Tal confusión les hace considerar como “reaccionario” y hasta como “fascista”, toda tendencia liberal/conservadora y de centro, y hasta socialdemócrata, que preconice la democracia representativa, la economía de mercado, el individuo, la libertad escolar, el Estado de Derecho.
Sin embargo, una crítica y una condena irrestricta al comunismo del PCC y de las Farc y de las otras bandas narco-terroristas, existe en el panorama colombiano y se amplía sobre todo desde que JM Santos llegó al poder presidencial. Pese a las inmensas dificultades, a la represión que ejerce el poder actual contra sus activistas y líderes, esas corrientes nuevas están forjando una alternativa democrática viable de gobierno (el Centro Democrático y sus aliados) y no solo están dando una respuesta verbal a las desuetas teorías marxistas.

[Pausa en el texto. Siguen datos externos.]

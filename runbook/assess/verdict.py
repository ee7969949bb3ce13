"""The verdict of check, and the findings that need physics: margins, certificates, gates while rising."""

from __future__ import annotations

from collections.abc import Sequence

from runbook.answers import Certificate, Effect, Finding, LineKind, Margin, PlanLine
from runbook.assess.barred import FORBIDDEN, TOLD_ONCE
from runbook.assess.mend import Mend
from runbook.assess.walk import Walked
from runbook.procedure.document import Place, Route
from runbook.procedure.reader import Loaded
from runbook.quantities import say

_DATED = {
    "expired": "has expired",
    "not yet valid": "is not valid yet on this date",
    "not known": "is not known",
}


def line_findings(
    loaded: Loaded,
    walked: Sequence[Walked],
    lines: Sequence[PlanLine],
    dated: Sequence[Certificate],
) -> tuple[Finding, ...]:
    """Findings with the position of the step in the procedure file."""
    found = [
        Finding(
            "certificate",
            "error" if c.state != "not known" else "warning",
            *_dated_at(loaded, c),
            f"{c.tag}: {c.what} {_DATED[c.state]}{_what_to_do(c, loaded)}",
            loaded.apparatus_file,
        )
        for c in dated
        if c.state != "valid"
    ]
    for index, line in enumerate(lines):
        at = position(loaded, walked, index)
        found += [
            Finding("margin", "error", *at, f"step {line.number}: {margin_sentence(m)}")
            for m in line.ahead
            if (m.margin is None or m.margin <= 0.0) and m.kind not in TOLD_ONCE
        ]
        found += _gates(lines, index, at)
    return tuple(found)


def _what_to_do(one: Certificate, loaded: Loaded) -> str:
    if one.state == "not known":
        return f": find it out, or ask {loaded.apparatus.approved.by}; until then nothing is within limits"
    return f" (until {one.until}). Renew it, or plan another date."


def _dated_at(loaded: Loaded, one: Certificate) -> Place:
    """Where in the apparatus file a dated proof stands."""
    apparatus, places = loaded.apparatus, loaded.apparatus_positions
    routes: list[Route] = [("relief", i, "valid_until") for i, r in enumerate(apparatus.relief) if r.tag == one.tag]
    routes += [("instruments", i, "valid_until") for i, r in enumerate(apparatus.instruments) if r.tag == one.tag]
    if apparatus.heat_source is not None and apparatus.heat_source.tag == one.tag:
        routes += [("heat_source", "tested"), ("heat_source",)]
    if one.tag == apparatus.tag:
        word = "approved" if "approval" in one.what else "cycles" if "cycles" in one.what else "proof_test"
        routes += [(word, "date"), (word, "valid_until"), (word, "allowed"), (word,)]
    return next((places[route] for route in routes if route in places), (1, 1))


def mend_findings(loaded: Loaded, found: Sequence[Mend]) -> tuple[Finding, ...]:
    """What would bring it within limits, each at the value that would change."""
    said = []
    for one in found:
        first = one.edits[0]
        file = loaded.apparatus_file if first.in_apparatus else ""
        said.append(Finding("mend", "advice", *first.at, f"within limits with {one.words}, all else as it is", file))
    return tuple(said)


def verdict_of(lines: Sequence[PlanLine], findings: Sequence[Finding]) -> str:
    """'within limits', 'outside limits' or 'not proved'; of several the second before the third."""
    margins = [m for line in lines for m in line.ahead]
    if any(m.margin is not None and m.margin <= 0.0 for m in margins):
        return "outside limits"
    errors = [f for f in findings if f.severity == "error" and f.rule != "margin"]
    if any(f.rule == "certificate" for f in errors):
        return "outside limits"
    if errors or any(m.margin is None for m in margins):
        return "not proved"
    if any(f.rule == "certificate" for f in findings):
        return "not proved"
    return "within limits"


def margin_sentence(margin: Margin) -> str:
    """One margin for a report: limit, number, corner."""
    if margin.kind == FORBIDDEN:
        return margin.why
    what = f"{margin.limit} {margin.kind}, {margin.cause}"
    if margin.margin is None:
        return f"{what}: not proved, {margin.why or 'not known'}"
    worst, allowed = (amount(x, margin.unit) for x in (margin.worst or 0.0, margin.allowed or 0.0))
    corner = ""
    if margin.at is not None and margin.at.charge_kg is not None:
        corner = (
            f" with {margin.at.charge_kg * 1000:.1f} g in {margin.at.volume_m3 * 1e6:.1f} mL"
            f" at {margin.at.temperature_K - 273.15:.1f} degC"
        )
    return f"{what}: {worst}{corner}, allowed {allowed}"


def amount(value: float, unit: str) -> str:
    """A margin's figure for a report: bar(a), degC or K, ppm."""
    if unit == "Pa":
        return say(value, "bar(a)", 1)
    if unit == "m3/m3":
        return f"{value * 1e6:.0f} ppm"
    if unit == "K":
        # Above 150 K it is a temperature, below a difference: ratings of differences never reach so far.
        return say(value, "degC", 1) if value > 150.0 else f"{value:.1f} K"
    if unit == "K/s":
        return say(value, "K/min", 2)
    if unit == "Pa/s":
        return say(value, "bar/min", 1)
    return f"{value:.4g} {unit}"


def _falls(line: PlanLine) -> bool:
    """A limit falls, or what is in the vessel cannot be computed: a rating nobody knows is told by itself."""
    unknown = any(m.margin is None for m in line.ahead)
    return not line.left_alone.known or not unknown or any(m.margin is not None and m.margin <= 0.0 for m in line.ahead)


def _gates(lines: Sequence[PlanLine], index: int, at: tuple[int, int]) -> list[Finding]:
    """A hold, witness, reading or wait only where the vessel, left alone, is at rest."""
    line = lines[index]
    before = lines[index - 1]
    if index == 0 or before.left_alone.at_rest or not _falls(before):
        return []
    gate = line.kind in (LineKind.HOLD, LineKind.WITNESS) or bool(line.reads)
    raising = any(e in (Effect.RAISES, Effect.UNKNOWN) for _, e in line.effects)
    if not gate or raising:
        return []
    return [
        Finding(
            "gate while rising",
            "error",
            *at,
            f"step {line.number} waits for somebody while the vessel, left alone, is not at rest: "
            "make these steps a quick sequence, or move it",
        )
    ]


def position(loaded: Loaded, walked: Sequence[Walked], index: int) -> tuple[int, int]:
    """(line, column) of a step in the procedure file."""
    part = walked[index].part
    place = sum(1 for w in walked[:index] if w.part == part)
    for path in (("parts", part, "steps", place), ("parts", part, "parked"), ("parts", part)):
        if path in loaded.positions:
            return loaded.positions[path]
    return 1, 1
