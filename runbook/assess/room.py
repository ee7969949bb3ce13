"""What the vessel gives to the room's air, and what the room's pressure does to a vessel that holds less.

No ventilation is counted: it may be off. A part that says nothing of pressure from outside is judged only where its
material breaks without warning.
"""

from __future__ import annotations

from collections.abc import Iterable
from typing import TYPE_CHECKING, Final

from runbook.answers import Judgement, Margin
from runbook.assess.judging import NARROW_SHARE, judge
from runbook.fluids.substance import substance
from runbook.quantities import NotKnown

if TYPE_CHECKING:
    from runbook.assess.limits import Extremes
    from runbook.assess.scene import Scene

BRITTLE: Final = ("glass", "acrylic", "polycarbonate")
"""Break without warning under a pressure they were not made for, common practice."""
LOWEST: Final = "lowest pressure"
SLACK: Final = 1e3
"""Below the room's pressure no part notices it [Pa]: what boils in the open stands at the room's own."""
COOLANT: Final = "carbon dioxide"
"""What dry ice for cooling becomes."""


def gas_margins(scene: Scene, reach: Extremes, cause: str) -> Iterable[Margin]:
    """All of it in the room's air at once, dry ice for cooling included, against the long-term exposure limits."""
    own = scene.substance.data.hazards
    brought = scene.procedure.room.dry_ice
    coolant = 0.0 if brought is None else brought.high
    given = {COOLANT: coolant} if coolant > 0.0 else {}
    if reach.released > 0.0 and own.breathing != "harmless":
        name = scene.substance.name
        given[name] = given.get(name, 0.0) + reach.released
    for name, released in given.items():
        yield _gas(scene, name, released, cause)


def _gas(scene: Scene, name: str, released: float, cause: str) -> Margin:
    fluid = scene.substance if name == scene.substance.name else substance(name)
    hazards, volume = fluid.data.hazards, fluid.gas_volume(293.15, 101325.0)
    limit = hazards.exposure_limit
    kind = "gas in the room" if fluid is scene.substance else f"{name} in the room"
    worst = None if volume is None else hazards.background + released * volume / scene.procedure.room.volume.low
    if limit is None or worst is None:
        why = f"no exposure limit of {name} is known"
        return Margin("room", kind, cause, worst, limit, None, "m3/m3", Judgement.BLOCKED, None, why=why)
    margin = limit - worst
    return Margin("room", kind, cause, worst, limit, margin, "m3/m3", judge(margin, NARROW_SHARE * limit), None)


def outside_margins(scene: Scene, reach: Extremes, cause: str) -> Iterable[Margin]:
    """Parts around the charge against a room whose pressure is higher than the vessel's; trapped air is not counted on.

    What a part bears from outside is the difference between its faces, whatever the pressures themselves are.
    """
    room, lowest = scene.barometer.high_Pa, reach.lowest_pressure
    for part in scene.apparatus.components:
        if part.space != scene.charge_space:
            continue
        bears = part.outside_pressure
        unsaid = bears is None and part.material in BRITTLE and lowest < scene.barometer.low_Pa - SLACK
        if unsaid or isinstance(bears, NotKnown):
            why = f"what {part.tag} bears from outside is not known"
            yield Margin(part.tag, LOWEST, cause, lowest, None, None, "Pa", Judgement.BLOCKED, None, why=why)
        elif bears is not None and bears.high is not None:
            allowed = room - bears.high.pascal
            margin = lowest - allowed
            found = judge(margin, NARROW_SHARE * room)
            yield Margin(part.tag, LOWEST, cause, lowest, allowed, margin, "Pa", found, None)
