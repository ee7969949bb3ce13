"""Look-ahead: every margin of entering a line, before anybody enters it.

For a line that commits, everything that follows counts too, up to the next state at rest. Closing the last
vent commits to the whole of what the procedure does with that charge, since only letting it down takes it
back: so it is refused while the vessel is still open.
"""

from __future__ import annotations

from collections.abc import Mapping, Sequence
from dataclasses import dataclass, replace

from runbook.answers import LeftAlone, Margin
from runbook.assess.barred import barred_margins
from runbook.assess.futures import hottest_body, left_alone
from runbook.assess.held import held_reach, stuck_margins
from runbook.assess.limits import closed_extremes, margins, open_extremes, worst_of
from runbook.assess.open_heat import steam_rise
from runbook.assess.rates import rate_margins
from runbook.assess.scene import Scene
from runbook.assess.walk import VesselState, Walked, by_source
from runbook.procedure.model import OpenContainment, WarmTo


@dataclass(frozen=True, slots=True)
class Look:
    """What a look-ahead found."""

    margins: tuple[Margin, ...]
    """Worst a limit and kind, the smallest share of its limit first."""
    left_alone: LeftAlone
    """After the line."""


def commits(scene: Scene, line: Walked) -> bool:
    """Cannot be taken back at will: closes the last vent, switches heat on, breaks containment."""
    if line.seals or isinstance(line.verb, OpenContainment):
        return True
    return isinstance(line.verb, WarmTo) and by_source(scene, line.verb)


def look(scene: Scene, lines: Sequence[Walked], index: int, with_times: bool, high_kg: float | None = None) -> Look:
    """All margins of entering line `index`. high_kg: most charge [kg], replacing the walk's once closed."""
    line = _with_charge(lines[index], high_kg)
    found = [*path_margins(scene, line, "this step"), *rate_margins(scene, line)]
    alone, alone_margins = left_alone(scene, line.after, with_times)
    found += alone_margins
    if line.seals:
        found += _committed(scene, lines, index, high_kg)
    return Look(worst_of(found), alone)


def path_margins(scene: Scene, line: Walked, cause: str) -> list[Margin]:
    """Margins of what the line itself reaches, and of what its fluid itself bars."""
    return [*_reached(scene, line, cause), *barred_margins(scene, line, cause)]


def _reached(scene: Scene, line: Walked, cause: str) -> list[Margin]:
    during = line.during
    if line.held is not None:
        hottest = hottest_body(scene, during)
        reach = held_reach(scene, line.held, during, hottest)
        return [
            *margins(scene, reach, during.valves, cause),
            *stuck_margins(scene, during, line.held.vent, hottest),
        ]
    if line.lets_down and line.before.closed:
        # Gas goes to the room, the wall may reach dry ice; the pressure starts where it stood.
        start = closed_extremes(scene, line.before.high_kg, line.before.hot, line.before.cold)
        # The room is at the other end of the valve.
        lowest = scene.barometer.low_Pa
        reach = replace(start, cold=during.cold, lowest_pressure=lowest, released=line.before.high_kg)
        return margins(scene, reach, line.before.valves, cause)
    if during.bears:
        reach = closed_extremes(scene, during.high_kg, during.hot, during.cold)
    else:
        released = during.high_kg if during.loaded and not line.before.loaded else 0.0
        reach = open_extremes(scene, during.hot, during.cold, released, steam_rise(scene, during))
    return margins(scene, reach, during.valves, cause)


def _committed(scene: Scene, lines: Sequence[Walked], index: int, high_kg: float | None) -> list[Margin]:
    if lines[index].lets_down:
        # It lets go again of what it closes: the next closing is judged when it comes.
        return []
    found: list[Margin] = []
    connected = False
    judged: tuple[object, ...] = ()
    for later in lines[index + 1 :]:
        if later.lets_down:
            break
        connected = connected or later.during.source in ("on", "off", "do not know")
        # Most steps leave the vessel as it is: what has just been judged is not judged again.
        state = (later.before.loaded, later.during, later.after, connected)
        if state == judged:
            continue
        judged = state
        line = _with_charge(later, high_kg)
        found += path_margins(scene, line, line.number)
        _, margins_alone = left_alone(scene, line.after, with_times=False, stuck=connected)
        found += margins_alone
    return found


def _with_charge(line: Walked, high_kg: float | None) -> Walked:
    if high_kg is None:
        return line

    def filled(state: VesselState) -> VesselState:
        return replace(state, high_kg=high_kg) if state.loaded and state.closed else state

    return replace(line, before=filled(line.before), during=filled(line.during), after=filled(line.after))


def standing_valves(line: Walked, valves: Mapping[str, str]) -> Walked:
    """The line with valves standing as stated; those the line itself sets keep what it leaves behind."""
    changed = {t: p for t, p in line.during.valves.items() if line.before.valves.get(t) != p}
    positions = dict(valves) | changed
    return replace(
        line,
        before=replace(line.before, valves=dict(valves)),
        during=replace(line.during, valves=positions),
        after=replace(line.after, valves=positions),
    )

Las manifestaciones del 2 de abril pasado, donde cientos de miles de ciudadanos protestaron pacíficamente en 25 ciudades contra el gobierno de Santos y contra el falso proceso de paz, muestran el grado de madurez política que ha alcanzado la opinión pública. Como ve que el gobierno actual es insensible a las críticas de la oposición parlamentaria, y como constata que ese poder no está dispuesto a cesar su dinámica de concesiones enormes a la subversión armada y narcotraficante, la ciudadanía optó por salir a calles y plazas para lanzar una advertencia: las mayorías no están con Santos y exigen un replanteo general en la conducción del Estado. ¿Santos seguirá sin ver que la dinámica de derrumbe de los gobiernos en Brasil y Venezuela podría llegar a Colombia?